Task brief:
Using the entries below, output each line exactly from the first through the one that contains "const maxUnder = 3".

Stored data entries
-*-

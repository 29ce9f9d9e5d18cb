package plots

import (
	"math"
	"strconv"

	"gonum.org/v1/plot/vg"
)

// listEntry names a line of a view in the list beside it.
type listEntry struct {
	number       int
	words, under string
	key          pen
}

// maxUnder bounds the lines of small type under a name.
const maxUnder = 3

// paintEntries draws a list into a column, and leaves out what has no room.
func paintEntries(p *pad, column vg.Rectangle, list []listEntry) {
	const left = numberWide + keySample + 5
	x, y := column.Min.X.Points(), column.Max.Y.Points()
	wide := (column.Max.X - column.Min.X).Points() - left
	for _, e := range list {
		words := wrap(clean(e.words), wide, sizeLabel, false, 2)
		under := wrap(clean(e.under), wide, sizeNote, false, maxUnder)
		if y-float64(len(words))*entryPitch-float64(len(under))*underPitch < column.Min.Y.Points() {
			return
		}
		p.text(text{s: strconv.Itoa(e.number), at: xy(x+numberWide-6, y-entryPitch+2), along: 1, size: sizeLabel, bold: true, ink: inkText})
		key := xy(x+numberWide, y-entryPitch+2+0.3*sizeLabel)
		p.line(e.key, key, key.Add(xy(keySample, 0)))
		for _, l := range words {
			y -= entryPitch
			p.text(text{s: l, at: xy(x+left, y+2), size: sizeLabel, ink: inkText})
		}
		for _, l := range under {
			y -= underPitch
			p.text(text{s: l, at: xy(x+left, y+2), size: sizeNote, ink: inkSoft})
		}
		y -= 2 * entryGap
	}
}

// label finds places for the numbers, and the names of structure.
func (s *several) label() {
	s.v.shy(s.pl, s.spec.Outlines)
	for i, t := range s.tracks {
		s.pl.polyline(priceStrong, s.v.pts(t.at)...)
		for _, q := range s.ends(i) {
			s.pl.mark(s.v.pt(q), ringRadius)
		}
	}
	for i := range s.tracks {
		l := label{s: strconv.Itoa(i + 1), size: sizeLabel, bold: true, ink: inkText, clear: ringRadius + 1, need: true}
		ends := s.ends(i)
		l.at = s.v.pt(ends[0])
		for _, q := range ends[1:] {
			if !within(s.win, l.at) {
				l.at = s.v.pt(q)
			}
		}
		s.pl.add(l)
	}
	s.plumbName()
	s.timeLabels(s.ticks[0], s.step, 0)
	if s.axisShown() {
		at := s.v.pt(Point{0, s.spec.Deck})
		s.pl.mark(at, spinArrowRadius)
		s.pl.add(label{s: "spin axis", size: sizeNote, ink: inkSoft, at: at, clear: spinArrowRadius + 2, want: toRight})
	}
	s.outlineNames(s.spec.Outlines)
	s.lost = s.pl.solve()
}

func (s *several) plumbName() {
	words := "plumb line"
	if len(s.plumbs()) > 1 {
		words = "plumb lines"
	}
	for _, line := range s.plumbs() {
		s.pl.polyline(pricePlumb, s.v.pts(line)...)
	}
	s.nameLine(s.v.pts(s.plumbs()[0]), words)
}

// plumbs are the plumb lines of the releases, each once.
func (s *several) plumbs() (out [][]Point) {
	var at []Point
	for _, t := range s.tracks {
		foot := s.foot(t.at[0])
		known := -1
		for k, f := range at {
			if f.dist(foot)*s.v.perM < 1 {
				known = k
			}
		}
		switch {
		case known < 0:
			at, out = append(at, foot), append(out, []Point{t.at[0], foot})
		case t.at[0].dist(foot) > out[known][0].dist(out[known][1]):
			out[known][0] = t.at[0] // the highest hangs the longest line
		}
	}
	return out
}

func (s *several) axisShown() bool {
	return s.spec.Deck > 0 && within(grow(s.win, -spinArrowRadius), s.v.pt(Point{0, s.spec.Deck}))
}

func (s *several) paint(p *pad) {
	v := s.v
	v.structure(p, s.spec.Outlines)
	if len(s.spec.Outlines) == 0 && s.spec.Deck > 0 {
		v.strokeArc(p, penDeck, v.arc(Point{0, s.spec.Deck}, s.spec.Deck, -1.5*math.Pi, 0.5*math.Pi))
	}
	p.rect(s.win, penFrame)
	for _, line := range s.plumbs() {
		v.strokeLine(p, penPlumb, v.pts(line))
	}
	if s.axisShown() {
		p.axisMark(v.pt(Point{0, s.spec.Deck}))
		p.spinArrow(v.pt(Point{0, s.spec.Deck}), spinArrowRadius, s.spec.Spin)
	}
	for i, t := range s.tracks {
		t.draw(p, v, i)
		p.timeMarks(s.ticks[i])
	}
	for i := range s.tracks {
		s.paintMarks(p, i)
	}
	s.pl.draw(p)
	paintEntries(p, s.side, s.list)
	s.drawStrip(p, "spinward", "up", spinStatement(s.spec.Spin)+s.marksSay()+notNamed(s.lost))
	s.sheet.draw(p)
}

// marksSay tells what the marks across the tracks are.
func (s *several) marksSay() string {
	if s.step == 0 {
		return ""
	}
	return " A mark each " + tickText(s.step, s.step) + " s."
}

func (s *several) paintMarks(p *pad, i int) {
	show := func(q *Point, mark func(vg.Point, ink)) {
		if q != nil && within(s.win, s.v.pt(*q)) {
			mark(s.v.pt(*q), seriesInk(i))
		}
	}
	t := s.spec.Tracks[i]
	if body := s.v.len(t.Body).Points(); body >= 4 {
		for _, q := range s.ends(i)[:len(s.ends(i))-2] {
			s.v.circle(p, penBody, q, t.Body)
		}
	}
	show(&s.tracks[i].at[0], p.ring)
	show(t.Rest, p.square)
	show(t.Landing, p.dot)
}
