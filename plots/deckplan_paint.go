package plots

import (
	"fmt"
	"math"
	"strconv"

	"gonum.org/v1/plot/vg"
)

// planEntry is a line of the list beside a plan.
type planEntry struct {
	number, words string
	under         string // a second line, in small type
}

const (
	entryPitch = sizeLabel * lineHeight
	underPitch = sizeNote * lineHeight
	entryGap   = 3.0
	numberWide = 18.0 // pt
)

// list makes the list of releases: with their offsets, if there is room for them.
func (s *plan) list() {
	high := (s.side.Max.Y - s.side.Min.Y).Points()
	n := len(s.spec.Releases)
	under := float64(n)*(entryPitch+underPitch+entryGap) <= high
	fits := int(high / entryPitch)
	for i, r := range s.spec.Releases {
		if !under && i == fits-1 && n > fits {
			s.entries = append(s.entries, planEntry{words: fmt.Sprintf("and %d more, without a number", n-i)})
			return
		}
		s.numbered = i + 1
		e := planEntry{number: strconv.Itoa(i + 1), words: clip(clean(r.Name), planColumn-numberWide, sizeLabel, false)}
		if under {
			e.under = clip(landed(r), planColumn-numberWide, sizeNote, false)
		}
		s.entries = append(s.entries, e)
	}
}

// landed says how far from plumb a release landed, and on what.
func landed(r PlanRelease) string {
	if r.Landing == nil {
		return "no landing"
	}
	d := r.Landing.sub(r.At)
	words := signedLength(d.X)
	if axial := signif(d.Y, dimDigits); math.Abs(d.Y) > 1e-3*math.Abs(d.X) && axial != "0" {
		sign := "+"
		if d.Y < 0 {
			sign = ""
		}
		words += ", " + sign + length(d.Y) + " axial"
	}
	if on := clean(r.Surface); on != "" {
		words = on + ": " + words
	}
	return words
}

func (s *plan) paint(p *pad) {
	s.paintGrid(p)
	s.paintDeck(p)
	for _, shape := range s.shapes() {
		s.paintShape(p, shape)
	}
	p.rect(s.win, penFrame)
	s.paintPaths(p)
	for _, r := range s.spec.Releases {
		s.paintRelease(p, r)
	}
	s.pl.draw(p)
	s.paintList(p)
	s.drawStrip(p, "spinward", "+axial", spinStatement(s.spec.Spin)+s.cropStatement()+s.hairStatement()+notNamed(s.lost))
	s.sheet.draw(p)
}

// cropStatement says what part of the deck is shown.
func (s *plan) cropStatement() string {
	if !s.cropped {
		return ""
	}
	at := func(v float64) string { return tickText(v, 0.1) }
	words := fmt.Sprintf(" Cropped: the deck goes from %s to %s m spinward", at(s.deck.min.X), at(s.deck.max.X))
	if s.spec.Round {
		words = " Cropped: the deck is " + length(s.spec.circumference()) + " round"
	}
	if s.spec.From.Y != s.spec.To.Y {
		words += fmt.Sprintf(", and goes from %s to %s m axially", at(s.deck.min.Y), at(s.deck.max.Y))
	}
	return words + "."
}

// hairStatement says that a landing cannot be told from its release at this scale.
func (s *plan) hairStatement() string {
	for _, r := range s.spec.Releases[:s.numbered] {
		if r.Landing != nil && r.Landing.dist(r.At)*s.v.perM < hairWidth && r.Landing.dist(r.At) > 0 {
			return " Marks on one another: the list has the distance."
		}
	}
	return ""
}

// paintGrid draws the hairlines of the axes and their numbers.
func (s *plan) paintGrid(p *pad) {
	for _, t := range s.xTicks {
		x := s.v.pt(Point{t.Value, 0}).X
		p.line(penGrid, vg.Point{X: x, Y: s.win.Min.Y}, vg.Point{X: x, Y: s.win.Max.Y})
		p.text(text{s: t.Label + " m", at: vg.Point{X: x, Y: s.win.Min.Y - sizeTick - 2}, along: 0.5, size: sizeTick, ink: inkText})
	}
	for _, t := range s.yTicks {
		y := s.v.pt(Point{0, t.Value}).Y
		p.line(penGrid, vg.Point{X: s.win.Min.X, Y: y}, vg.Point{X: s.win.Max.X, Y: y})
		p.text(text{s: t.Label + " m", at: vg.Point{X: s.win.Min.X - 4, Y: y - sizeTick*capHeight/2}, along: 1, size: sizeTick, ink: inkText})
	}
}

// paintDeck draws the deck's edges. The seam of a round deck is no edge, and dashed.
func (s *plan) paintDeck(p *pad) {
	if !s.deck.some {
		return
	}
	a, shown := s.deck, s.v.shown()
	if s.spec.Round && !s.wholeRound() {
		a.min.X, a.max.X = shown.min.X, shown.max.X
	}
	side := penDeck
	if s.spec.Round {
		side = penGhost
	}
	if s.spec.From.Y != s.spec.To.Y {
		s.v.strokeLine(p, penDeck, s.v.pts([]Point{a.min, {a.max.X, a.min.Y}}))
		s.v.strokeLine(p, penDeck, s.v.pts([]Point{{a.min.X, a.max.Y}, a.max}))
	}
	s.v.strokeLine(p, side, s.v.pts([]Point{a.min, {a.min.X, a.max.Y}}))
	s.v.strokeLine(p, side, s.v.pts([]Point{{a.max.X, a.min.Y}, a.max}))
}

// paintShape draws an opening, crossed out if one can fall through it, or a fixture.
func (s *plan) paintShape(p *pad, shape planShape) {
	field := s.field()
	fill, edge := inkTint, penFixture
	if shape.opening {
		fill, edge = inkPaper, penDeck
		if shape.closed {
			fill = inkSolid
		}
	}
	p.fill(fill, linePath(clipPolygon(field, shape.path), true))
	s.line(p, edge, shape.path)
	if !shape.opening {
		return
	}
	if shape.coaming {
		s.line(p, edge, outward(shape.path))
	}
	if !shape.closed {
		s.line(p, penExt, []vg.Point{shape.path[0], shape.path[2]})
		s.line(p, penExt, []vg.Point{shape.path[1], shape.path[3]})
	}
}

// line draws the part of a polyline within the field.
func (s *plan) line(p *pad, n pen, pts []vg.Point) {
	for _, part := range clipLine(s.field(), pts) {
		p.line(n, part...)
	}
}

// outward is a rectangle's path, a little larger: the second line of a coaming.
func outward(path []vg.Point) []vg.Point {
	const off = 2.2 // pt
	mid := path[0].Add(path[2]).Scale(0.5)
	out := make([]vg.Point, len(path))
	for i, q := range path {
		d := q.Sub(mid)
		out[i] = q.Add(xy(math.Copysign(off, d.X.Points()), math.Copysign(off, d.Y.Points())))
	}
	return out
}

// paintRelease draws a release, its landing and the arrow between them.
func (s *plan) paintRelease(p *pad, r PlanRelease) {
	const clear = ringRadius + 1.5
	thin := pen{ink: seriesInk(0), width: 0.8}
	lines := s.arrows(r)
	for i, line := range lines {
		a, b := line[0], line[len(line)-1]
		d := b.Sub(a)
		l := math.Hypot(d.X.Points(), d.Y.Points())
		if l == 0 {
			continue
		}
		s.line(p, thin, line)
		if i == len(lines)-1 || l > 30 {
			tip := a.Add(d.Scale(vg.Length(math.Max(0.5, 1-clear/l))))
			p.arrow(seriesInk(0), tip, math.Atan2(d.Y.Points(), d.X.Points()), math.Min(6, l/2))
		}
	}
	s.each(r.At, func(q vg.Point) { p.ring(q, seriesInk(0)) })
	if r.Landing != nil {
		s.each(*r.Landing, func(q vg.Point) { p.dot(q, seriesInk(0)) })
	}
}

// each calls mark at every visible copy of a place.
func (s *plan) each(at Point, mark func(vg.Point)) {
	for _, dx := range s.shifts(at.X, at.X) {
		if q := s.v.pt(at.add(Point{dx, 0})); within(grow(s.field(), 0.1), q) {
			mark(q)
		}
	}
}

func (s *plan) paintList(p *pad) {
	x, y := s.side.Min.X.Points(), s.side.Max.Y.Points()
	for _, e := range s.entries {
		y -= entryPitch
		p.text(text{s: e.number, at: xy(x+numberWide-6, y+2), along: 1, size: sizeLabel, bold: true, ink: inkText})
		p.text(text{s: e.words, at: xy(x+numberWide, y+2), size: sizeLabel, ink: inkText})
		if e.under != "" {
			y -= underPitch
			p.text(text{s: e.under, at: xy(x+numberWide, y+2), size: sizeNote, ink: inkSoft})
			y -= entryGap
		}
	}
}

-*-

The answer:
repository 29ce9f9d9e5d18cb
package plots

import (
	"math"
	"strconv"

	"gonum.org/v1/plot/vg"
)

// listEntry names a line of a view in the list beside it.
type listEntry struct {
	number       int
	words, under string
	key          pen
}

// maxUnder bounds the lines of small type under a name.
const maxUnder = 3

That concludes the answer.